■ WHAT TO WORK ON ■
So that nothing is lost, restate each entry exactly as supplied.

::::::

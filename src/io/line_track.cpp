#include "lapwing/io/line_track.hpp"

#include <cassert>
#include <cmath>
#include <filesystem>
#include <sstream>

#include "lapwing/base/format.hpp"
#include "lapwing/io/csv_writer.hpp"
#include "lapwing/io/json.hpp"
#include "lapwing/path/mesh.hpp"

namespace lapwing {

namespace {

struct LineRow {
  double x, y, z, left, right;
};
constexpr CsvColumn<LineRow> flat_columns[] = {
    {"x_m", [](std::string& o, const LineRow& r) { csv_number(o, r.x); }},
    {"y_m", [](std::string& o, const LineRow& r) { csv_number(o, r.y); }},
    {"width_left_m", [](std::string& o, const LineRow& r) { csv_number(o, r.left); }},
    {"width_right_m", [](std::string& o, const LineRow& r) { csv_number(o, r.right); }},
};
constexpr CsvColumn<LineRow> climbing_columns[] = {
    {"x_m", [](std::string& o, const LineRow& r) { csv_number(o, r.x); }},
    {"y_m", [](std::string& o, const LineRow& r) { csv_number(o, r.y); }},
    {"z_m", [](std::string& o, const LineRow& r) { csv_number(o, r.z); }},
    {"width_left_m", [](std::string& o, const LineRow& r) { csv_number(o, r.left); }},
    {"width_right_m", [](std::string& o, const LineRow& r) { csv_number(o, r.right); }},
};

}  // namespace

std::string air_yaml(const AirSpec& air) {
  std::string o = "altitude: " + format_number(air.altitude_m) + " m\n";
  if (air.temperature_k || air.pressure_pa || air.relative_humidity > 0.0) {
    std::string ambient;
    auto add = [&](const std::string& item) { ambient += (ambient.empty() ? "" : ", ") + item; };
    if (air.temperature_k) add("temperature: " + format_number(*air.temperature_k) + " K");
    if (air.pressure_pa) add("pressure: " + format_number(*air.pressure_pa) + " Pa");
    if (air.relative_humidity > 0.0) add("humidity: " + format_number(air.relative_humidity));
    o += "ambient: {" + ambient + "}\n";
  }
  return o;
}

LineTrackFiles line_track_files(const Track& source, const PathProfile& line, const AirSpec& air,
                                const std::string& method, const LineSpec& spec,
                                const std::string& csv_name) {
  assert(line.source == PathProfile::Source::line && !line.width_left_m.empty());
  // A closed line's last sample is its first again: the file holds each point once.
  const std::size_t n = source.closed ? line.x_m.size() - 1 : line.x_m.size();
  bool climbs = false;
  for (double z : line.elevation_m) climbs = climbs || z != 0.0;
  const std::span<const CsvColumn<LineRow>> columns =
      climbs ? std::span<const CsvColumn<LineRow>>(climbing_columns)
             : std::span<const CsvColumn<LineRow>>(flat_columns);
  CsvWriter<LineRow> csv(columns, n);
  for (std::size_t i = 0; i < n; ++i)
    csv.add({line.x_m[i], line.y_m[i], line.elevation_m[i], line.width_left_m[i],
             line.width_right_m[i]});
  // Where the line passes the source's sector starts.
  Track lined = source;
  lined.line_path = line;
  const std::vector<double> sectors = lapped_sectors_m(lined);
  std::ostringstream y;
  y << "# Made by 'lapwing track line' from "
    << std::filesystem::path(source.file).filename().string() << ": the " << method
    << " line for a vehicle " << format_number(spec.vehicle_width_m) << " m wide with a margin of "
    << format_number(spec.margin_m)
    << " m each side.\n# Widths are measured from the line; lapping this track laps the line.\n";
  y << "format: 1\nname: " << json_quote(source.name + " (" + method + " line)")
    << "\nclosed: " << (source.closed ? "true" : "false") << "\n";
  if (!source.closed) y << "start_speed: " << format_number(source.start_speed_mps) << " m/s\n";
  y << air_yaml(air);
  y << "mesh: " << format_number(source.mesh_m) << " m\n";
  // The line's points are 1 m apart and hold no noise: smoothing auto finds that and fits them
  // at the shortest length. The elevation was the source's, exact: kept within 10 m.
  y << "centerline: {file: " << json_quote(csv_name)
    << (climbs ? ", elevation_smoothing: 10 m" : "") << "}\n";
  y << "sectors: [";
  for (std::size_t k = 0; k < sectors.size(); ++k)
    y << (k ? ", " : "") << format_number(k == 0 ? 0.0 : sectors[k]) << " m";
  y << "]\n";
  return {y.str(), csv.take()};
}

}  // namespace lapwing
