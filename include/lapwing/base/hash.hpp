// A content hash for a study's inputs: 64-bit FNV-1a (Fowler, Noll and Vo; the algorithm and its
// test vectors as published by its authors). Not cryptographic: it tells a changed input file from
// the one a results store was made with.
#pragma once

#include <cstdint>
#include <string>
#include <string_view>

namespace lapwing {

/// FNV-1a, 64 bit:  h = 14695981039346656037;  for each byte b: h = (h xor b) * 1099511628211
/// (mod 2^64).
std::uint64_t fnv1a64(std::string_view bytes);

/// 16 lowercase hex digits.
std::string hex64(std::uint64_t v);

}  // namespace lapwing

::::::

■ EXPECTED OUTPUT ■
filename src/io/line_track.cpp
#include "lapwing/io/line_track.hpp"

#include <cassert>
#include <cmath>
#include <filesystem>
#include <sstream>

#include "lapwing/base/format.hpp"
#include "lapwing/io/csv_writer.hpp"
#include "lapwing/io/json.hpp"
#include "lapwing/path/mesh.hpp"

namespace lapwing {

namespace {

struct LineRow {
  double x, y, z, left, right;
};
constexpr CsvColumn<LineRow> flat_columns[] = {
    {"x_m", [](std::string& o, const LineRow& r) { csv_number(o, r.x); }},
    {"y_m", [](std::string& o, const LineRow& r) { csv_number(o, r.y); }},
    {"width_left_m", [](std::string& o, const LineRow& r) { csv_number(o, r.left); }},
    {"width_right_m", [](std::string& o, const LineRow& r) { csv_number(o, r.right); }},
};
constexpr CsvColumn<LineRow> climbing_columns[] = {
    {"x_m", [](std::string& o, const LineRow& r) { csv_number(o, r.x); }},
    {"y_m", [](std::string& o, const LineRow& r) { csv_number(o, r.y); }},
    {"z_m", [](std::string& o, const LineRow& r) { csv_number(o, r.z); }},
    {"width_left_m", [](std::string& o, const LineRow& r) { csv_number(o, r.left); }},
    {"width_right_m", [](std::string& o, const LineRow& r) { csv_number(o, r.right); }},
};

}  // namespace

std::string air_yaml(const AirSpec& air) {
  std::string o = "altitude: " + format_number(air.altitude_m) + " m\n";
  if (air.temperature_k || air.pressure_pa || air.relative_humidity > 0.0) {
    std::string ambient;
    auto add = [&](const std::string& item) { ambient += (ambient.empty() ? "" : ", ") + item; };
    if (air.temperature_k) add("temperature: " + format_number(*air.temperature_k) + " K");
    if (air.pressure_pa) add("pressure: " + format_number(*air.pressure_pa) + " Pa");
    if (air.relative_humidity > 0.0) add("humidity: " + format_number(air.relative_humidity));
    o += "ambient: {" + ambient + "}\n";
  }
  return o;
}

LineTrackFiles line_track_files(const Track& source, const PathProfile& line, const AirSpec& air,
                                const std::string& method, const LineSpec& spec,
                                const std::string& csv_name) {
  assert(line.source == PathProfile::Source::line && !line.width_left_m.empty());
  // A closed line's last sample is its first again: the file holds each point once.
  const std::size_t n = source.closed ? line.x_m.size() - 1 : line.x_m.size();
  bool climbs = false;
  for (double z : line.elevation_m) climbs = climbs || z != 0.0;
  const std::span<const CsvColumn<LineRow>> columns =
      climbs ? std::span<const CsvColumn<LineRow>>(climbing_columns)
             : std::span<const CsvColumn<LineRow>>(flat_columns);
  CsvWriter<LineRow> csv(columns, n);
  for (std::size_t i = 0; i < n; ++i)
    csv.add({line.x_m[i], line.y_m[i], line.elevation_m[i], line.width_left_m[i],
             line.width_right_m[i]});
  // Where the line passes the source's sector starts.
  Track lined = source;
  lined.line_path = line;
  const std::vector<double> sectors = lapped_sectors_m(lined);
  std::ostringstream y;
  y << "# Made by 'lapwing track line' from "
    << std::filesystem::path(source.file).filename().string() << ": the " << method
    << " line for a vehicle " << format_number(spec.vehicle_width_m) << " m wide with a margin of "
    << format_number(spec.margin_m)
    << " m each side.\n# Widths are measured from the line; lapping this track laps the line.\n";
  y << "format: 1\nname: " << json_quote(source.name + " (" + method + " line)")
    << "\nclosed: " << (source.closed ? "true" : "false") << "\n";
  if (!source.closed) y << "start_speed: " << format_number(source.start_speed_mps) << " m/s\n";
  y << air_yaml(air);
  y << "mesh: " << format_number(source.mesh_m) << " m\n";
  // The line's points are 1 m apart and hold no noise: smoothing auto finds that and fits them
  // at the shortest length. The elevation was the source's, exact: kept within 10 m.
  y << "centerline: {file: " << json_quote(csv_name)
    << (climbs ? ", elevation_smoothing: 10 m" : "") << "}\n";
  y << "sectors: [";
  for (std::size_t k = 0; k < sectors.size(); ++k)
    y << (k ? ", " : "") << format_number(k == 0 ? 0.0 : sectors[k]) << " m";
  y << "]\n";
  return {y.str(), csv.take()};
}

}  // namespace lapwing
filename include/lapwing/base/hash.hpp
// A content hash for a study's inputs: 64-bit FNV-1a (Fowler, Noll and Vo; the algorithm and its
// test vectors as published by its authors). Not cryptographic: it tells a changed input file from
// the one a results store was made with.
#pragma once

#include <cstdint>
#include <string>
#include <string_view>

namespace lapwing {

/// FNV-1a, 64 bit:  h = 14695981039346656037;  for each byte b: h = (h xor b) * 1099511628211
/// (mod 2^64).
std::uint64_t fnv1a64(std::string_view bytes);

/// 16 lowercase hex digits.
std::string hex64(std::uint64_t v);

}  // namespace lapwing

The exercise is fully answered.